Мало по малу я сам себя успокоил. С кофе был уже перебор. Я в себя опрокидывал уже третью кружку, надо было остановиться. Чтобы сменить в себе плавающие неясные мутные, как пелена ощущения, я подошёл к крану и долго тёр лицо холодной водой. Когда лёд стал пробирать, я ещё немного постоял, нагнувшись, чувствуя, как по щекам сбегают капли.

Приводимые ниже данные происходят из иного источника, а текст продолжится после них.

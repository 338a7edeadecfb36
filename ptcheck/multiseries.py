"""Several couplings at once: ``H = H0 + Σ_i λ_i V_i`` to total order K.

:func:`multi_series` gives the multivariate Rayleigh–Schrödinger coefficients
``E^α`` (α a multi-index, ``E(λ) = Σ_α E^α λ^α``) of one level, or of a derived
quantity (the same combination of its levels' coefficients).  The recursion is
in :mod:`ptcheck._multi_numerics`; its cost grows like the number of
coefficients (one product with each ``V_i`` per coefficient).

A level in an exactly degenerate group (inside its symmetry sector) has no
scalar series in several couplings: its first-order shift is an eigenvalue of
``Σ_i λ_i P V_i P``, not a polynomial.  With the default treatment it gets
degenerate perturbation theory, as for one coupling: the Schrieffer–Wolff
effective Hamiltonian of its group, ``H_eff(λ) = Σ_α H^α λ^α``
(:attr:`MultiSeriesResult.effective_hamiltonians`), and its energy at a point
is the branch of that level along the ray through the point (the one-coupling
degenerate treatment of ``model.along(d)``, which also resolves its good
states).  The coefficients ``H^α`` are recovered from rays: along ``λ = t d``
the order-k coefficient is the homogeneous polynomial ``Σ_{|α|=k} H^α d^α``, so
k + 1 directions (more for more couplings) determine the ``H^α`` of degree k
(interpolation in the angle, solved by least squares).

Along a ray ``λ = t d`` the multivariate series summed to total degree k equals
the one-coupling series of ``model.along(d)`` truncated at order k, which is
what :func:`ptcheck.region.validity_region` uses.
"""

from __future__ import annotations

import html
from dataclasses import dataclass, field, replace
from math import comb
from typing import Any

import numpy as np

from . import _block_numerics as num
from . import _validation as val
from ._multi_numerics import graded_indices, rs_multi
from .model import Model
from .quantities import Quantity
from .series import check_nondegenerate
from .blocks import block_series
from .treatment import CheckSettings, expansions

__all__ = [
    "MultiSeriesResult",
    "multi_series",
    "as_coupling_points",
    "check_multi",
    "MAX_MULTI_ORDER",
    "MULTI_TREATMENTS",
    "target_name",
    "ray_target",
]

#: Highest total degree of a multivariate series (C(K + m, m) coefficients).
MAX_MULTI_ORDER = 60
#: Treatments :func:`multi_series` accepts: "standard" (degenerate perturbation
#: theory inside exactly degenerate groups), "nondegenerate" (scalar series
#: only) or "block" (the effective Hamiltonian of a block of levels you name).
MULTI_TREATMENTS = ("standard", "nondegenerate", "block")


def _readonly(a: Any) -> np.ndarray:
    """Read-only array; one this module made itself is frozen in place (no copy)."""
    a = np.asarray(a) if isinstance(a, np.ndarray) and a.flags.owndata and a.base is None else np.array(a)
    a.setflags(write=False)
    return a


def check_multi(model: Any, who: str) -> Model:
    """The model must be a ptcheck Model with two or more couplings."""
    if not isinstance(model, Model):
        shown = repr(model)
        shown = shown if len(shown) <= 60 else shown[:57] + "..."
        raise TypeError(f"{who} needs a ptcheck Model as its first argument; got {type(model).__name__}: {shown}")
    if model.n_couplings < 2:
        raise ValueError(
            f"{who} is for models with several couplings, Model(h0, [v1, v2], names=...); "
            f"model {model.name!r} has one coupling: use the one-coupling functions (compare, validity_boundary, ...)"
        )
    return model


def target_name(model: Model, target: Any) -> str:
    """Printable name of a level key or quantity (resolving the level once)."""
    if isinstance(target, Quantity):
        return target.name
    return model.label(model.level_index(target))


def ray_target(model: Model, ray: Model, target: Any) -> Any:
    """The target of ``model`` as a target of ``ray = model.along(d)`` (same states, the ray's indices).

    A level becomes its work index on the ray; a quantity keeps its keys unless
    the ray reorders one of its levels (an unmixed degenerate group sorted by
    the ray's shifts), then its weights are given by the ray's indices.
    """
    if isinstance(target, Quantity):
        resolved = target.resolve(model)
        moved = {ray._ray_level(n): w for n, w in resolved.items()}
        if all(ray._ray_level(n) == n for n in resolved):
            return target
        return replace(target, weights=moved)
    return ray._ray_level(model.level_index(target))


def as_coupling_points(couplings: Any, m: int, name: str = "couplings") -> np.ndarray:
    """Coupling points as a float array of shape ``(..., m)`` (one point: shape ``(m,)``)."""
    shown = repr(couplings)
    shown = shown if len(shown) <= 80 else shown[:77] + "..."
    try:
        a = np.asarray(couplings, dtype=float)
    except (TypeError, ValueError):
        raise TypeError(f"{name} must be real numbers, one tuple of {m} couplings per point; got {shown}") from None
    if a.ndim == 0 or a.shape[-1] != m:
        raise ValueError(f"{name} must have a last axis of length {m} (one value per coupling); got shape {a.shape}: {shown}")
    if not np.all(np.isfinite(a)):
        raise ValueError(f"{name} must be finite; got {shown}")
    return a


def _monomials(points: np.ndarray, indices: tuple[tuple[int, ...], ...]) -> np.ndarray:
    """λ^α for every point and multi-index: shape ``points.shape[:-1] + (P,)`` (0^0 = 1)."""
    exps = np.asarray(indices, dtype=float)  # (P, m)
    return np.prod(points[..., None, :] ** exps, axis=-1)


@dataclass(frozen=True, repr=False, eq=False)
class MultiSeriesResult:
    """Multivariate perturbation series of one level or quantity.

    Attributes
    ----------
    target : str
        Printable name of the level or quantity.
    levels : dict
        Work-basis level index -> weight (one entry of weight 1 for a level).
    order : int
        Highest total degree K.
    coupling_names : tuple of str
        Names of the m couplings, e.g. ``("g", "E")``.
    indices : tuple of m-tuples
        Multi-indices α in graded order (total degree, then descending
        lexicographic), length ``P = C(K + m, m)``.
    energy_coefficients : ndarray, shape ``(K + 1,) * m``, read-only, or None
        ``E^α`` at index α (energy units); zero above total degree K.
        ``None`` when a level of the target is in an exactly degenerate group
        (no scalar series; see :attr:`effective_hamiltonians`).
    coefficients : (P,) ndarray, read-only, or None
        The same numbers in the order of :attr:`indices`.
    state_coefficients : (P, N) ndarray or None, read-only
        ``|ψ^α⟩`` (work basis, intermediate normalisation) for a level with a
        scalar series; ``None`` otherwise.
    treatment : str
        ``"nondegenerate"``, ``"degenerate"`` (some level of the target is in
        an exactly degenerate group) or ``"near-degenerate block"`` (the block
        asked for).
    groups : tuple of tuple of int
        The exactly degenerate groups (or the block) involved (empty for
        ``"nondegenerate"``).
    effective_hamiltonians : tuple of (P, g, g) ndarray
        Schrieffer–Wolff coefficients ``H^α`` of each group (in the order of
        :attr:`indices`; ``H^0`` holds the unperturbed energies), in the
        model's work basis of the group (energy units).
    """

    target: str
    levels: dict
    order: int
    coupling_names: tuple[str, ...]
    indices: tuple[tuple[int, ...], ...]
    energy_coefficients: np.ndarray | None
    coefficients: np.ndarray | None
    state_coefficients: np.ndarray | None
    model: Model = field(repr=False)
    treatment: str = "nondegenerate"
    groups: tuple[tuple[int, ...], ...] = ()
    effective_hamiltonians: tuple[np.ndarray, ...] = field(default=(), repr=False)
    _scalar: dict = field(default_factory=dict, repr=False)
    _rays: dict = field(default_factory=dict, repr=False)
    _block: tuple | None = field(default=None, repr=False)

    @property
    def n_couplings(self) -> int:
        return len(self.coupling_names)

    def _k(self, order: Any) -> int:
        if order is None:
            return self.order
        return val.check_int(order, "order", minimum=0, maximum=self.order)

    def energy(self, couplings: Any, order: int | None = None) -> np.ndarray:
        """Sum of the terms of total degree <= ``order`` at coupling points.

        Parameters
        ----------
        couplings : array_like, shape ``(m,)`` or ``(..., m)``
            Coupling points (λ_1, …, λ_m).
        order : int, optional
            Total degree (default: the full order).

        Returns
        -------
        ndarray, shape ``couplings.shape[:-1]`` (energy units)
        """
        k = self._k(order)
        pts = as_coupling_points(couplings, self.n_couplings)
        use = np.array([sum(a) <= k for a in self.indices])
        out = np.zeros(pts.shape[:-1])
        mono = None
        for n, w in self.levels.items():
            c = self._scalar.get(n)
            if c is not None:
                if mono is None:
                    mono = _monomials(pts, self.indices)[..., use]
                out = out + w * (mono @ c[use])
            else:
                out = out + w * self._degenerate_energy(n, pts, k)
        return out

    def _degenerate_energy(self, n: int, pts: np.ndarray, k: int) -> np.ndarray:
        """Branch of level n along the ray through each point (one-coupling degenerate treatment)."""
        flat = pts.reshape(-1, self.n_couplings)
        t = np.linalg.norm(flat, axis=1)
        out = np.full(t.shape, float(self.model.e0[n]))
        nz = np.flatnonzero(t > 0)
        if nz.size:
            dirs = np.round(flat[nz] / t[nz, None], 12)
            uniq, inv = np.unique(dirs, axis=0, return_inverse=True)
            for j, d in enumerate(uniq):
                sel = nz[np.ravel(inv) == j]
                out[sel] = self._ray_expansion(n, d).energy(t[sel], order=k)
        return out.reshape(pts.shape[:-1])

    def _ray_expansion(self, n: int, d: np.ndarray) -> Any:
        """The one-coupling treatment of level n on the ray of d: ``.energy(t, order=k)``."""
        key = (n, d.tobytes())
        e = self._rays.get(key)
        if e is None:
            if len(self._rays) > 256:
                self._rays.clear()
            ray = self.model.along(d)
            if self._block is not None:
                e = _BlockLevel(block_series(ray, [ray._ray_level(b) for b in self._block], self.order), ray._ray_level(n))
            else:
                (e,) = expansions(ray, [ray._ray_level(n)], self.order, settings=CheckSettings())
            self._rays[key] = e
        return e

    def state(self, couplings: Any, order: int | None = None) -> np.ndarray:
        """Normalised perturbative state Σ_{|α|<=k} λ^α ψ^α, shape ``couplings.shape[:-1] + (N,)`` (work basis).

        Raises
        ------
        ValueError
            The target is a quantity, or a degenerate level (its state along a
            direction: ``model.along(d)`` and the one-coupling functions).
        """
        if self.state_coefficients is None:
            raise ValueError(
                f"{self.target!r} has no multivariate state series (a quantity or a degenerate level); for a "
                "degenerate level use model.along(d) and its one-coupling treatment"
            )
        k = self._k(order)
        pts = as_coupling_points(couplings, self.n_couplings)
        use = np.array([sum(a) <= k for a in self.indices])
        mono = _monomials(pts, self.indices)[..., use]
        psi = mono.astype(self.state_coefficients.dtype) @ self.state_coefficients[use]
        return psi / np.linalg.norm(psi, axis=-1, keepdims=True)

    def along(self, direction: Any) -> np.ndarray:
        """Coefficients ``c_k`` of the one-variable series ``E(t d) = Σ_k c_k t^k``, shape (K + 1,).

        Only for a scalar series (``treatment == "nondegenerate"``).
        """
        if self.coefficients is None:
            raise ValueError(f"{self.target!r} has no scalar series (degenerate level): use model.along(d)")
        d = val.as_direction(direction, self.n_couplings, self.coupling_names)
        mono = _monomials(d, self.indices)
        out = np.zeros(self.order + 1)
        for a, c, w in zip(self.indices, self.coefficients, mono):
            out[sum(a)] += float(c) * w
        return out

    def term_sizes(self) -> np.ndarray:
        """``max over |α| = k`` of ``|E^α|`` (or ``‖H^α‖``) for k = 0..K, shape (K + 1,)."""
        out = np.zeros(self.order + 1)
        if self.coefficients is not None:
            for a, c in zip(self.indices, self.coefficients):
                out[sum(a)] = max(out[sum(a)], abs(c))
            return out
        for h in self.effective_hamiltonians:
            for a, x in zip(self.indices, h):
                out[sum(a)] = max(out[sum(a)], float(np.linalg.norm(x, 2)))
        return out

    def __repr__(self) -> str:
        names = ", ".join(self.coupling_names)
        return (
            f"MultiSeriesResult({self.target}, couplings=({names}), order={self.order}, "
            f"{len(self.indices)} coefficients, {self.treatment})"
        )

    def to_dict(self) -> dict:
        out: dict = {
            "target": self.target,
            "order": self.order,
            "coupling_names": list(self.coupling_names),
            "treatment": self.treatment,
            "levels": {int(k): float(w) for k, w in self.levels.items()},
            "coefficients": None
            if self.coefficients is None
            else [{"powers": list(a), "value": float(c)} for a, c in zip(self.indices, self.coefficients)],
            "groups": [list(g) for g in self.groups],
        }
        if self.effective_hamiltonians:
            out["effective_hamiltonians"] = [
                [{"powers": list(a), "real": np.real(x).tolist(), "imag": np.imag(x).tolist()} for a, x in zip(self.indices, h)]
                for h in self.effective_hamiltonians
            ]
        return out

    def _repr_html_(self) -> str:
        names = self.coupling_names
        head = (
            f"<b>Multivariate perturbation series</b> of {html.escape(self.target)} "
            f"(model {html.escape(self.model.name)}), total order {self.order}, {html.escape(self.treatment)}"
        )
        if self.coefficients is None:
            return head + f"<p>effective Hamiltonians of groups {html.escape(str(list(self.groups)))}</p>"
        rows = "".join(
            "<tr><td>" + html.escape(" ".join(f"{n}^{p}" for n, p in zip(names, a) if p) or "1") + f"</td><td>{float(c):.10g}</td></tr>"
            for a, c in zip(self.indices, self.coefficients)
        )
        return head + f"<table><tr><th>monomial</th><th>coefficient</th></tr>{rows}</table>"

– Бит, а почему ты всё время один? – спросил Градский вдруг, но я даже задуматься над ответом не успел, входная дверь открылась и к нам, держась под руку и о чём-то смеясь, практически ввалились Бертыч с Миленой.
– О, привет, Бит! – обратилась Милена ко мне, – и вам привет человек в соломенной шляпе!
– Да у него нет шляпы, – сдерживая смех, еле выговорил Бертыч.
– Ах, да! Видимо съела корова, которую проиграл, – парировала тогда она, Бертыч прыснул и загнулся от смеха, – вы уж извините нас за наше не кончающееся хорошее настроение. Знаете, как зарядило с утра, так и не отстаёт. Эко его крючит! Любимый, ты там живой, у тебя спортзал вечером, не надо сейчас увлекаться упражнениями на пресс.
– Да, вы поделитесь, мы тоже не против посмеяться, – успел вставить я. А Градский наклонился к Бертычу и добавил, – шляпу, не смотря на проигранную корову, мне вернули. Стаканом парного молока.